Пожилой влез в лодку. Держась за перемет, он начал перебирать его руками от одного крючка до другого, подтягивая постепенно лодку на середину реки.
Внезапно оставшийся на берегу глухонемой завыл, протяжно и громко.
— Следствие? А по какому делу? — спросил Стивенс.
— По делу Лонни Гриннапа, — ответил старый сельский врач, который был следователем по делам о насильственной смерти. — Тут два приятеля нашли сегодня его труп в реке. Он висел на собственном перемете.
— Этот бедняга слабоумный? Не может быть! Сейчас приеду, — бросил в трубку Стивенс.
Как прокурор округа, он мог бы не выезжать на место происшествия, даже если бы дело действительно касалось умышленного убийства. Он это знал. Но ему хотелось взглянуть в лицо покойного по чисто сентиментальным соображениям. Дело в том, что существующий ныне округ Иокнапатофа был основан не одним пионером-переселенцем, а тремя. Они приехали сюда из Каролины верхом на лошадях через Камберлендское ущелье в те времена, когда город Джефферсон был всего-навсего небольшим почтовым пунктом Чикасо, и купили здесь у индейцев землю. Пустившие здесь корни семейства разрослись, но потом постепенно их представители исчезли. И сейчас, сто лет спустя, в округе остался всего лишь один потомок всех трех родов.
Им был Стивенс, потому что последний из рода Холстонов умер в конце прошлого века, а Луи, на труп которого Стивенс отправился взглянуть за восемь миль по июльской жаре, не знал, когда был еще жив, что он из рода Гренье. Он даже не мог четко произнести имя Лонни Гриннап, каким нарек себя сам. Сирота, как и Стивенс, среднего роста, в возрасте между тридцатью и сорока, с лицом, если приглядеться повнимательнее, тонким, всегда приветливым и спокойным, с пушком мягких золотистых волос на нежном, не ощущавшем бритвы подбородке и ясными, кроткими глазами — таким его знал весь округ. Говорили, он слегка «чокнутый», хотя, если он и был «чокнутым», то самую малость, потерявшим от этого не очень много, а как раз то, что и следовало потерять. Он жил в лачуге (год — там, другой — где-нибудь еще). Последнюю он соорудил собственными руками из отходов досок, кусков выпрямленной жести из-под бидонов для масла и старого брезента. Он жил в ней вместе с глухонемым сиротой, которого лет десять назад подобрал где-то на улице, одевал его, кормил и поил, воспитывал, но так и не сумел подтянуть его в интеллектуальном отношении хотя бы до собственного уровня.

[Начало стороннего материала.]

import { beforeAll, describe, expect, it } from 'vitest';
import { parsePackageCode } from '../../../src/domain/label/package-code';
import { anId, openTestApp } from '../../support/test-app';
import { addItem, eventsAbout, packageRow, packRequest, snapshot, type TestItem } from './packing-room';

const app = openTestApp();
let scissors: TestItem;

beforeAll(async () => {
  scissors = await addItem(app);
});

type Packed = { packages: { id: string; code: string }[]; warnings: { code: string; sentence: string }[] };

describe('packing an item', () => {
  it('makes as many packages as asked, each with a code of its own that a scanner can read', async () => {
    const technician = await app.as('technician');
    const reply = await technician
      .post('/api/packages')
      .send(packRequest(scissors.id, { quantity: 50, destination: 'Room 4' }));
    expect(reply.status).toBe(201);
    const { packages, warnings } = reply.body as Packed;
    expect(packages).toHaveLength(50);
    expect(warnings).toEqual([]);
    expect(new Set(packages.map((one) => one.code)).size).toBe(50);
    for (const { code } of packages) {
      expect(parsePackageCode(code)).toMatchObject({ ok: true, value: { code, itemKind: 'pouch' } });
    }
    const row = await packageRow(app, packages[0]?.id ?? '');
    expect(row).toMatchObject({
      state: 'packed',
      facility_id: app.facilities.A,
      packed_by: app.person('technician').id,
      is_contents_confirmed: true,
      destination: 'Room 4',
      expires_on: null,
    });
  });

  it('writes the packer and the code into the history', async () => {
    const technician = await app.as('technician');
    const reply = await technician.post('/api/packages').send(packRequest(scissors.id)).expect(201);
    const [one] = (reply.body as Packed).packages;
    expect(await eventsAbout(app, one?.id ?? '')).toEqual([
      { kind: 'package.packed', payload: { code: one?.code, itemCode: scissors.code } },
    ]);
  });

  it('dates a package whose item has a dated expiry, from the facility’s day', async () => {
    const dated = await addItem(app, { expiry_rule: 'dated', expiry_days: 30 });
    // 23:30 on 3 March at the hospital is 4 March in Greenwich already.
    app.clock.set('2026-03-04T05:30:00.000Z');
    const technician = await app.as('technician');
    const reply = await technician.post('/api/packages').send(packRequest(dated.id)).expect(201);
    expect(await packageRow(app, (reply.body as Packed).packages[0]?.id ?? '')).toMatchObject({
      expires_on: '2026-04-02',
    });
    app.clock.set('2026-03-03T13:30:00.000Z');
  });

  it('answers a repeated request with the first answer and packs nothing more', async () => {
    const technician = await app.as('technician');
    const request = packRequest(scissors.id, { quantity: 3 });
    const first = await technician.post('/api/packages').send(request).expect(201);
    const before = await snapshot(app);
    const second = await technician.post('/api/packages').send(request).expect(201);
    expect(second.body).toEqual(first.body);
    expect(await snapshot(app)).toBe(before);
  });

  it('packs once when the same request arrives five times at once', async () => {
    const technician = await app.as('technician');
    const request = packRequest(scissors.id, { quantity: 2, destination: 'Five at once' });
    const replies = await Promise.all(Array.from({ length: 5 }, () => technician.post('/api/packages').send(request)));
    const bodies = replies.map((reply) => JSON.stringify(reply.body));
    expect(new Set(bodies).size).toBe(1);
    const rows = await app.db('packages').where({ destination: 'Five at once' });
    expect(rows).toHaveLength(2);
  });

  it('refuses a request id that was used for something else', async () => {
    const technician = await app.as('technician');
    const request = packRequest(scissors.id);
    await technician.post('/api/packages').send(request).expect(201);
    const reply = await technician.post('/api/packages').send({ ...request, quantity: 2 });
    expect(reply.status).toBe(409);
    expect(reply.body).toMatchObject({ code: 'request.reused' });
  });

  it.each([
    {
      said: { isContentsConfirmed: false },
      code: 'package.contents-not-confirmed',
      field: '/body/isContentsConfirmed',
    },
    {
      said: { hasInternalIndicator: false },
      code: 'package.internal-indicator-missing',
      field: '/body/hasInternalIndicator',
    },
  ])('refuses with $code and packs nothing', async ({ said, code, field }) => {
    const technician = await app.as('technician');
    const before = await snapshot(app);
    const reply = await technician.post('/api/packages').send(packRequest(scissors.id, said));
    expect(reply.status).toBe(422);
    expect(reply.headers['content-type']).toContain('application/problem+json');
    expect(reply.body).toMatchObject({ code, fields: [{ pointer: field }] });
    expect(await snapshot(app)).toBe(before);
  });

  it('can be asked again with the same id after a refusal, since nothing was done', async () => {
    const technician = await app.as('technician');
    const request = packRequest(scissors.id, { isContentsConfirmed: false });
    await technician.post('/api/packages').send(request).expect(422);
    await technician
      .post('/api/packages')
      .send({ ...request, isContentsConfirmed: true })
      .expect(201);
  });

  it('refuses a retired item', async () => {
    const retired = await addItem(app, { is_retired: true });
    const technician = await app.as('technician');
    const reply = await technician.post('/api/packages').send(packRequest(retired.id));
    expect(reply.status).toBe(422);
    expect(reply.body).toMatchObject({ code: 'package.item-retired' });
  });

  it('warns about missing instructions for use and a missing external indicator, and packs', async () => {
    const unread = await addItem(app, { ifu_reference: null });
    const technician = await app.as('technician');
    const reply = await technician
      .post('/api/packages')
      .send(packRequest(unread.id, { hasExternalIndicator: false }))
      .expect(201);
    const { packages, warnings } = reply.body as Packed;
    expect(packages).toHaveLength(1);
    expect(warnings.map((warning) => warning.code)).toEqual(['ifu-missing', 'external-indicator-missing']);
  });

  it('does not know another facility’s item, nor one that never was', async () => {
    const theirs = await addItem(app, {}, 'B');
    const technician = await app.as('technician');
    const before = await snapshot(app);
    for (const itemId of [theirs.id, anId()]) {
      const reply = await technician.post('/api/packages').send(packRequest(itemId));
      expect(reply.status).toBe(404);
      expect(reply.body).toMatchObject({ code: 'item.none' });
    }
    expect(await snapshot(app)).toBe(before);
  });
});

describe('scanning at the packing station', () => {
  const ask = async (raw: string, facility: 'A' | 'B' = 'A') => {
    const technician = await app.as('technician', facility);
    const reply = await technician.post('/api/packages/identify').send({ raw });
    expect(reply.status).toBe(200);
    return reply.body as Record<string, unknown>;
  };

  it('finds the item by the GTIN in a GS1 symbol', async () => {
    // Check digits worked out by hand, weights 3 and 1 from the left: 78 wants 2, and 81 below wants 9.
    const gtin = '09506000134352';
    await addItem(app, { code: 'C-77', device_identifier: gtin });
    const answer = await ask(`]d201${gtin}17270101`);
    expect(answer).toMatchObject({ found: 'item', item: { code: 'C-77' } });
  });

  it('does not find another facility’s item', async () => {
    expect(await ask('0109506000134352', 'B')).toMatchObject({ found: 'nothing' });
  });

  it('says that a retired item is retired', async () => {
    const gtin = '09506000134369';
    await addItem(app, { code: 'C-78', device_identifier: gtin, is_retired: true });
    const answer = await ask(`01${gtin}`);
    expect(answer).toMatchObject({ found: 'item', item: { isRetired: true } });
    expect(answer.sentence).toContain('retired');
  });

  it('shows the package when our own label is scanned', async () => {
    const technician = await app.as('technician');
    const reply = await technician.post('/api/packages').send(packRequest(scissors.id)).expect(201);
    const code = (reply.body as Packed).packages[0]?.code ?? '';
    expect(await ask(code.replaceAll('-', ''))).toMatchObject({ found: 'package', package: { code } });
    expect(await ask(code.replaceAll('-', ''), 'B')).toMatchObject({ found: 'nothing' });
  });

  it.each([
    { what: 'nothing at all', raw: '' },
    { what: 'a word', raw: 'hello there' },
    { what: '10,000 characters', raw: 'P'.repeat(10_000) },
    { what: 'control characters', raw: 'P2043\u0000\u0007178452' },
    { what: 'half a surrogate pair', raw: '\ud800' },
    { what: 'one damaged character', raw: 'P-20431784-53' },
  ])('answers $what with a plain sentence', async ({ raw }) => {
    const answer = await ask(raw);
    expect(answer.found).toBe('nothing');
    expect(answer.sentence).toMatch(/^[A-Z].*[.]$/);
  });
});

Хибарка, перемет и верша по существу находились почти в центре тех более тысячи акров земли, которыми некогда владели его предки. Но он об этом и не подозревал.
Стивенс был уверен, что Лонни Гриннапу никогда и в голову прийти не могло, чтобы один человек мог владеть стольким количеством земли, которая принадлежит, как он говорил, «всем людям на радость и пользу». Сам он, например, на своих тридцати или сорока квадратных футах земли, где стояла его хибарка и протекала река, куда он закидывал свой перемет, всегда встречал гостеприимно всех. Он держал дверь лачуги распахнутой в любое время дня и ночи, безразлично, находился ли он сам в это время дома или нет, и каждый мог пользоваться всей утварью, питаться его продуктами, если они были.
Иногда он подпирал дверь колом, чтобы в хижину ненароком не забрались дикие звери в поисках пищи, и со своим глухонемым воспитанником внезапно, без всякого предупреждения или приглашения, появлялся в чьем-нибудь доме и жил там неделями и месяцами, неприхотливый и непритязательный, всегда веселый и всем довольный, ни перед кем не заискивающий, готовый спать в любом месте, куда бы его ни положили, — в сарае, на сеновале, в доме на кровати или на полу; глухонемой спал на веранде или прямо на земле, тут же во дворе, лишь бы ему было слышно дыхание того, кто был для него отцом и братом, — единственный звук, который он слышал на расстоянии, причем безошибочно.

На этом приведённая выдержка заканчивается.